Haver antwoordde niet. Hij stond met zijn mobiele telefoon in zijn hand.
‘Misschien moeten we Berglund bellen,’ zei hij, ‘en een extra patrouillewagen.’
Lindell begreep dat hij van plan was naar Sagander te gaan.
‘Waar woont hij?’ vroeg ze.
‘Ergens op een boerderij in Börje, geloof ik. Ik zal Berglund vragen even te kijken.’
Hij toetste een nummer in en Lindell deed een paar stappen opzij. Ze pakte haar telefoon en belde Berit. De telefoon ging vele malen over voordat Berit antwoordde. Haar stem was gedempt, alsof ze slecht nieuws verwachtte.
‘Ik heb niets gehoord’, zei ze zachtjes. ‘Ik heb de hele tijd rondgebeld, maar niemand heeft Justus gezien.’
‘Kende Justus Sagander goed?’ vroeg Lindell.
‘Sagge? Waarom vraagt u dat?’
Lindell vroeg zich af of ze zou vertellen dat de werkplaats zojuist afgebrand was, maar ze zag ervan af.
‘Ik dacht dat…’
‘Sagander wordt gehaat in ons gezin, moet u weten. Justus zou nooit naar hem toegaan. Waarom zou hij?’
Toen vertelde Lindell wat er gebeurd was en ze hoorde hoe Berit naar adem hapte. Ze had het zelf gezegd: Sagander werd gehaat. Van haat naar brandstichting is soms maar een kleine stap.
‘U denkt dat Justus het aangestoken heeft?’
‘Nee, ik vraag het alleen maar’, zei Lindell.
‘Bent u bij de werkplaats? Wat zegt Sagge?’
‘Hij is hier niet. Hij kan niet lopen. We gaan naar hem toe.’
‘U ook? Waar is uw zoontje dan?’
‘Mijn moeder past op.’
Lindell liet haar auto op het industrieterrein achter. Ze pikten Berglund op het politiebureau op en een auto met drie collega’s van Orde sloot zich bij hen aan.
‘Jij zou er niet bij moeten zijn’, zei Berglund onmiddellijk toen hij in Havers auto stapte.
‘Ik weet het,’ zei Lindell verbeten, ‘maar het is nu eenmaal zo.’
‘En de jongen dan?’
‘Mijn ouders zijn er.’
‘En dan smeer jij hem?’ vroeg Berglund. ‘Onbegrijpelijk. Het is zowat kerst.’

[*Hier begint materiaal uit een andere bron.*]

/* diff.c — the semantic difference of two checked recipes.
 *
 * Compares meaning, section by section, on the IR: two recipes that say the
 * same thing in different words (units, `freeze core` or `freeze 1`, a `let`
 * or a literal, defaults written out or left away, comments, layout) have no
 * differences.  Each difference is one record (front_change) with the section
 * and the old and new values as text, so that later stages can append their
 * own records (generators, gate counts) to the same list.
 */
#include "config.h"

#include "cairn/front.h"
#include "cairn/util.h"

#include <cjson/cJSON.h>
#include <math.h>
#include <stdlib.h>
#include <string.h>

enum { GEOMETRY_LINES = 12 };
#define LENGTH_TOL 1e-10 /* bohr */

void front_changes_add(front_changes *c, front_change_op op, const char *section, const char *item,
                       const char *before, const char *after) {
  UTIL_GROW(c->v, c->cap, c->n + 1);
  front_change *x = &c->v[c->n++];
  x->op = op;
  x->section = xstrdup(section);
  x->item = item ? xstrdup(item) : NULL;
  x->before = before ? xstrdup(before) : NULL;
  x->after = after ? xstrdup(after) : NULL;
}

void front_changes_free(front_changes *c) {
  for (size_t i = 0; i < c->n; i++) {
    free(c->v[i].section);
    free(c->v[i].item);
    free(c->v[i].before);
    free(c->v[i].after);
  }
  free(c->v);
  memset(c, 0, sizeof *c);
}

/* Record a change when the two texts differ (NULL: absent). */
static void compare(front_changes *c, const char *section, const char *a, const char *b) {
  if (a && b && strcmp(a, b) == 0) return;
  if (!a && !b) return;
  front_changes_add(c, !a ? FRONT_ADDED : !b ? FRONT_REMOVED : FRONT_CHANGED, section, NULL, a, b);
}

/* compare() for two texts of the caller's, which it frees. */
static void compare_free(front_changes *c, const char *section, char *a, char *b) {
  compare(c, section, a, b);
  free(a);
  free(b);
}

static char *num(double x) {
  char b[32];
  return xstrdup(util_fmt_double(b, x));
}

/* ---- molecule ------------------------------------------------------------ */

static char *formula(const ir_recipe *r) {
  util_buf b = {0};
  util_buf_append(&b, "", 0);
  for (int a = 0; a < r->natoms; a++) util_buf_printf(&b, "%s%s", a ? " " : "", r->points[0].atoms[a].symbol);
  return b.s;
}

static char *scan_text(const ir_recipe *r) {
  if (!r->scan.active) return NULL;
  char f[32], t[32], s[32];
  const char *u = ir_unit_name(r->scan.unit);
  return xasprintf("%s from %s to %s step %s%s%s (%d points)", r->scan.name, util_fmt_double(f, r->scan.from),
                   util_fmt_double(t, r->scan.to), util_fmt_double(s, r->scan.step), *u ? " " : "", u, r->npoints);
}

/* 12 significant digits: enough to show any difference above the 1e-10 bohr
 * tolerance for coordinates below 10 bohr, few enough to read. */
static char *xyz_text(const double *x) {
  return xasprintf("(%.12g, %.12g, %.12g) bohr", x[0], x[1], x[2]);
}

/* Geometry at the scan points both recipes have (matched by value). */
static void diff_geometry(const ir_recipe *a, const ir_recipe *b, front_changes *out) {
  int shown = 0, more = 0;
  for (int p = 0; p < a->npoints; p++) {
    int q = -1;
    if (!a->scan.active && !b->scan.active) q = p;
    else if (a->scan.active && b->scan.active)
      for (int k = 0; k < b->npoints && q < 0; k++)
        if (fabs(a->points[p].param - b->points[k].param) <= 1e-12 * fmax(1, fabs(a->points[p].param)) &&
            a->scan.unit == b->scan.unit)
          q = k;
    if (q < 0 && a->scan.active != b->scan.active && a->npoints == 1) q = 0;
    if (q < 0 && a->scan.active != b->scan.active && b->npoints == 1) q = 0;
    if (q < 0 || q >= b->npoints) continue;
    for (int i = 0; i < a->natoms; i++) {
      const double *x = a->points[p].atoms[i].xyz, *y = b->points[q].atoms[i].xyz;
      if (fabs(x[0] - y[0]) <= LENGTH_TOL && fabs(x[1] - y[1]) <= LENGTH_TOL && fabs(x[2] - y[2]) <= LENGTH_TOL) continue;
      if (shown >= GEOMETRY_LINES) {
        more++;
        continue;
      }
      char *sec;
      if (a->scan.active) {
        char v[32];
        const char *u = ir_unit_name(a->scan.unit);
        sec = xasprintf("atom %d (%s) at %s = %s%s%s", i + 1, a->points[p].atoms[i].symbol, a->scan.name,
                        util_fmt_double(v, a->points[p].param), *u ? " " : "", u);
      } else {
        sec = xasprintf("atom %d (%s)", i + 1, a->points[p].atoms[i].symbol);
      }
      char *s1 = xyz_text(x), *s2 = xyz_text(y);
      front_changes_add(out, FRONT_CHANGED, "geometry", sec, s1, s2);
      free(sec);
      free(s1);
      free(s2);
      shown++;
    }
  }
  if (more) {
    char *m = xasprintf("%d more atom positions", more);
    front_changes_add(out, FRONT_CHANGED, "geometry", m, NULL, NULL);
    free(m);
  }
}

static char *basis_text(const ir_recipe *r) {
  if (r->problem != IR_PROBLEM_ATOMS) return NULL;
  if (r->basis_file) return xasprintf("file %s", r->basis_file);
  return r->basis_name ? xstrdup(r->basis_name) : NULL;
}

static char *molecule_text(const ir_recipe *r) {
  return r->problem == IR_PROBLEM_ATOMS ? formula(r) : xasprintf("integrals %s", r->integrals_file);
}

static void diff_molecule(const ir_recipe *a, const ir_recipe *b, front_changes *out) {
  char *s1, *s2;
  if (a->problem != b->problem) {
    compare_free(out, "molecule", molecule_text(a), molecule_text(b));
  } else if (a->problem == IR_PROBLEM_INTEGRALS) {
    compare(out, "integrals", a->integrals_file, b->integrals_file);
  } else {
    s1 = formula(a);
    s2 = formula(b);
    compare(out, "atoms", s1, s2);
    int same_atoms = strcmp(s1, s2) == 0;
    free(s1);
    free(s2);
    compare_free(out, "scan", scan_text(a), scan_text(b));
    if (same_atoms) diff_geometry(a, b, out);
  }
  if (a->problem == IR_PROBLEM_ATOMS && b->problem == IR_PROBLEM_ATOMS) {
    compare_free(out, "charge", num(a->charge), num(b->charge));
  }
  compare_free(out, "multiplicity", num(a->multiplicity), num(b->multiplicity));
  compare_free(out, "basis", basis_text(a), basis_text(b));
}

/* ---- orbital space ------------------------------------------------------- */

/* 1-based orbital list with runs folded: "1 3..6". */
static void put_orbitals(util_buf *b, const int *v, int n) {
  if (n == 0) util_buf_printf(b, "none");
  for (int i = 0; i < n;) {
    int j = i;
    while (j + 1 < n && v[j + 1] == v[j] + 1) j++;
    util_buf_printf(b, "%s%d", i ? " " : "", v[i] + 1);
    if (j > i) util_buf_printf(b, "..%d", v[j] + 1);
    i = j + 1;
  }
}

static char *space_text(const ir_recipe *r) {
  const ir_orbitals *o = &r->orbitals;
  util_buf b = {0};
  util_buf_printf(&b, "core ");
  put_orbitals(&b, o->core, o->ncore);
  util_buf_printf(&b, ", active ");
  put_orbitals(&b, o->active, o->nactive);
  util_buf_printf(&b, " (%d electrons in %d orbitals)", o->nelec_active, o->nactive);
  return b.s;
}

/* ---- pool rules ---------------------------------------------------------- */

static char *rule_text(const ir_rule *u) {
  util_buf b = {0};
  util_buf_printf(&b, "%s", ir_rule_name(u->kind));
  if (u->options & IR_OPT_GENERALIZED) util_buf_printf(&b, " generalized");
  if (u->options & IR_OPT_PAIRED) util_buf_printf(&b, " paired");
  if (u->options & IR_OPT_SPIN_ADAPTED) util_buf_printf(&b, " spin-adapted");
  for (int i = 0; i < u->nletters; i++) util_buf_printf(&b, " %c%d", u->letters[i].letter, u->letters[i].qubit);
  if (u->kind == IR_RULE_EXCITE) {
    for (int i = 0; i < u->nexcite; i++) util_buf_printf(&b, " %d", u->from[i]);
    util_buf_printf(&b, " ->");
    for (int i = 0; i < u->nexcite; i++) util_buf_printf(&b, " %d", u->to[i]);
  }
  return b.s;
}

/* Rules in written order: a longest common subsequence keeps what both have;
 * of the rest, a rule that only moved is `~ ... moved`, a removed and an added
 * rule of the same kind between the same kept rules are one change. */
static void diff_pool(const ir_recipe *a, const ir_recipe *b, front_changes *out) {
  int n = a->nrules, m = b->nrules;
  char **ta = xcalloc((size_t)n + 1, sizeof *ta), **tb = xcalloc((size_t)m + 1, sizeof *tb);
  for (int i = 0; i < n; i++) ta[i] = rule_text(&a->rules[i]);
  for (int j = 0; j < m; j++) tb[j] = rule_text(&b->rules[j]);
  int *L = xcalloc((size_t)(n + 1) * (size_t)(m + 1), sizeof *L);
#define LL(i, j) L[(size_t)(i) * (size_t)(m + 1) + (size_t)(j)]
  for (int i = n - 1; i >= 0; i--)
    for (int j = m - 1; j >= 0; j--)
      LL(i, j) = strcmp(ta[i], tb[j]) == 0 ? LL(i + 1, j + 1) + 1 : LL(i + 1, j) > LL(i, j + 1) ? LL(i + 1, j) : LL(i, j + 1);
  char *keep_a = xcalloc((size_t)n + 1, 1), *keep_b = xcalloc((size_t)m + 1, 1);
  int *seg_a = xcalloc((size_t)n + 1, sizeof(int)), *seg_b = xcalloc((size_t)m + 1, sizeof(int));
  int i = 0, j = 0, seg = 0;
  while (i < n || j < m) {
    if (i < n && j < m && strcmp(ta[i], tb[j]) == 0) {
      keep_a[i] = keep_b[j] = 1;
      i++, j++, seg++;
    } else if (j >= m || (i < n && LL(i + 1, j) >= LL(i, j + 1))) {
      seg_a[i++] = seg;
    } else {
      seg_b[j++] = seg;
    }
  }
#undef LL
  /* moved rules: the same text removed in one place and added in another */
  for (i = 0; i < n; i++) {
    if (keep_a[i]) continue;
    for (j = 0; j < m; j++)
      if (!keep_b[j] && strcmp(ta[i], tb[j]) == 0) {
        char *x = xasprintf("rule %d", i + 1), *y = xasprintf("rule %d", j + 1);
        front_changes_add(out, FRONT_CHANGED, "pool order", ta[i], x, y);
        free(x);
        free(y);
        keep_a[i] = keep_b[j] = 1;
        break;
      }
  }
  /* changed rules: same kind, same place */
  for (i = 0; i < n; i++) {
    if (keep_a[i]) continue;
    for (j = 0; j < m; j++)
      if (!keep_b[j] && seg_a[i] == seg_b[j] && a->rules[i].kind == b->rules[j].kind) {
        front_changes_add(out, FRONT_CHANGED, "pool", NULL, ta[i], tb[j]);
        keep_a[i] = keep_b[j] = 1;
        break;
      }
  }
  for (i = 0; i < n; i++)
    if (!keep_a[i]) front_changes_add(out, FRONT_REMOVED, "pool", NULL, ta[i], NULL);
  for (j = 0; j < m; j++)
    if (!keep_b[j]) front_changes_add(out, FRONT_ADDED, "pool", NULL, NULL, tb[j]);
  for (i = 0; i < n; i++) free(ta[i]);
  for (j = 0; j < m; j++) free(tb[j]);
  free(ta);
  free(tb);
  free(L);
  free(keep_a);
  free(keep_b);
  free(seg_a);
  free(seg_b);
}

/* ---- the rest ------------------------------------------------------------ */

static char *keep_text(const ir_keep *k, ir_symmetry s) {
  if (k->policy == IR_KEEP_NONE) return NULL;
  if (k->policy == IR_KEEP_EXACTLY) return xasprintf("%s exactly", ir_symmetry_name(s));
  char v[32];
  return xasprintf("%s %s %s", ir_symmetry_name(s), ir_policy_name(k->policy), util_fmt_double(v, k->value));
}

static void diff_optimizer(const ir_optimize *a, const ir_optimize *b, front_changes *out) {
  compare(out, "optimizer", ir_method_name(a->method), ir_method_name(b->method));
  char x[64], y[64];
  util_fmt_double(x, a->tolerance);
  util_fmt_double(y, b->tolerance);
  if (strcmp(x, y)) {
    compare_free(out, "optimizer", xasprintf("tolerance %s", x), xasprintf("tolerance %s", y));
  }
  struct {
    const char *w;
    unsigned long long u, v;
  } f[] = {{"iterations", (unsigned long long)a->iterations, (unsigned long long)b->iterations},
           {"starts", (unsigned long long)a->starts, (unsigned long long)b->starts},
           {"seed", (unsigned long long)a->seed, (unsigned long long)b->seed}};
  for (int i = 0; i < 3; i++)
    if (f[i].u != f[i].v) {
      snprintf(x, sizeof x, "%s %llu", f[i].w, f[i].u);
      snprintf(y, sizeof y, "%s %llu", f[i].w, f[i].v);
      compare(out, "optimizer", x, y);
    }
  if (a->guess != b->guess)
    compare(out, "optimizer", a->guess == IR_GUESS_MP2 ? "guess mp2" : "guess zeros",
            b->guess == IR_GUESS_MP2 ? "guess mp2" : "guess zeros");
}

static void diff_emits(const ir_recipe *a, const ir_recipe *b, front_changes *out) {
  for (int i = 0; i < a->nemits; i++) {
    const ir_emit *e = &a->emits[i];
    int k = -1;
    for (int j = 0; j < b->nemits && k < 0; j++)
      if (strcmp(b->emits[j].path, e->path) == 0) k = j;
    char *s1 = xasprintf("%s %s", ir_emit_name(e->format), e->path);
    char *s2 = k >= 0 ? xasprintf("%s %s", ir_emit_name(b->emits[k].format), b->emits[k].path) : NULL;
    compare_free(out, "emit", s1, s2);
  }
  for (int j = 0; j < b->nemits; j++) {
    int found = 0;
    for (int i = 0; i < a->nemits && !found; i++) found = strcmp(a->emits[i].path, b->emits[j].path) == 0;
    if (found) continue;
    compare_free(out, "emit", NULL, xasprintf("%s %s", ir_emit_name(b->emits[j].format), b->emits[j].path));
  }
}

static char *reference_text(const ir_reference *r) {
  return r->kind == IR_REF_BITS ? xasprintf("bits %s", r->bits) : xstrdup(ir_reference_name(r->kind));
}

void front_diff(const ir_recipe *a, const ir_recipe *b, front_changes *out) {
  diff_molecule(a, b, out);
  compare_free(out, "orbital space", space_text(a), space_text(b));
  compare_free(out, "encoding", xasprintf("%s%s", ir_encoding_name(a->encoding), a->taper ? " taper" : ""),
               xasprintf("%s%s", ir_encoding_name(b->encoding), b->taper ? " taper" : ""));
  compare_free(out, "reference", reference_text(&a->reference), reference_text(&b->reference));
  for (int k = 0; k < IR_SYM_COUNT; k++) {
    compare_free(out, "keep", keep_text(&a->keep[k], (ir_symmetry)k), keep_text(&b->keep[k], (ir_symmetry)k));
  }
  diff_pool(a, b, out);
  compare_free(out, "selection", ir_choose_text(&a->choose), ir_choose_text(&b->choose));
  compare(out, "order", ir_order_name(a->order), ir_order_name(b->order));
  compare_free(out, "trotter", num(a->trotter), num(b->trotter));
  diff_optimizer(&a->optimize, &b->optimize, out);
  diff_emits(a, b, out);
}

void front_changes_print(const front_changes *c, FILE *out) {
  for (size_t i = 0; i < c->n; i++) {
    const front_change *x = &c->v[i];
    static const char mark[] = {'+', '-', '~'};
    fprintf(out, "%c %s:", mark[x->op], x->section);
    if (x->item) fprintf(out, " %s%s", x->item, x->before || x->after ? ":" : " differ");
    if (x->before) fprintf(out, " %s", x->before);
    if (x->before && x->after) fprintf(out, " ->");
    if (x->after) fprintf(out, " %s", x->after);
    fputc('\n', out);
  }
}

char *front_changes_json(const front_changes *c, const char *a_path, const char *b_path) {
  cJSON *root = cJSON_CreateObject();
  cJSON_AddNumberToObject(root, "cairn", 1);
  cJSON_AddStringToObject(root, "a", a_path);
  cJSON_AddStringToObject(root, "b", b_path);
  cJSON_AddBoolToObject(root, "same", c->n == 0);
  cJSON *arr = cJSON_AddArrayToObject(root, "changes");
  static const char *const ops[] = {"added", "removed", "changed"};
  for (size_t i = 0; i < c->n; i++) {
    cJSON *o = cJSON_CreateObject();
    cJSON_AddStringToObject(o, "op", ops[c->v[i].op]);
    cJSON_AddStringToObject(o, "section", c->v[i].section);
    if (c->v[i].item) cJSON_AddStringToObject(o, "item", c->v[i].item);
    if (c->v[i].before) cJSON_AddStringToObject(o, "before", c->v[i].before);
    if (c->v[i].after) cJSON_AddStringToObject(o, "after", c->v[i].after);
    cJSON_AddItemToArray(arr, o);
  }
  char *s = cJSON_Print(root);
  cJSON_Delete(root);
  if (!s) {
    fprintf(stderr, "cairn: out of memory printing JSON\n");
    exit(2);
  }
  char *r = xstrdup(s);
  cJSON_free(s);
  return r;
}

‘Juist daarom’, zei Lindell, alleen om te pesten.
Berglund zuchtte op de achterbank.
‘Ik heb eigenlijk nooit geloofd in Hahn als de moordenaar van Little John’, zei Haver, die geen aandacht besteed had aan het gekissebis tussen Lindell en Berglund.
‘Alleen Sammy durft er wat om te verwedden dat het Hahn is’, zei Berglund.
‘Dat doet hij om dwars te liggen’, zei Lindell en ze keerde zich naar Berglund op de achterbank.
Ze voelde zich rijk in het gezelschap van haar collega’s.
‘Weet Ottosson dat je erbij bent?’ vroeg Berglund nors.
Ze schudde haar hoofd.
‘Zelfs mijn moeder weet het niet’, zei Lindell en ze lachte zo lief mogelijk.
Haver zette de autoradio aan. Lindell wierp Berglund een veelbetekenende blik toe. ‘1’m so excited’, kwam er uit de luidsprekers.
I’m so excited
I just can ’t hide it
I’m about to lose control
and I think I like it
‘Oh, yeaah’, zong Lindell mee.
‘Je bent onmogelijk’, zei Berglund lachend. ‘Mag het wat zachter?’
‘Het is een leuk liedje’, zei Haver.
‘Ik beloof me koest te houden’, zei Lindell.
‘Ja, vast’, zei Haver.
Hij grinnikte, maar Berglund en Lindell begrepen beiden dat dat van nervositeit was.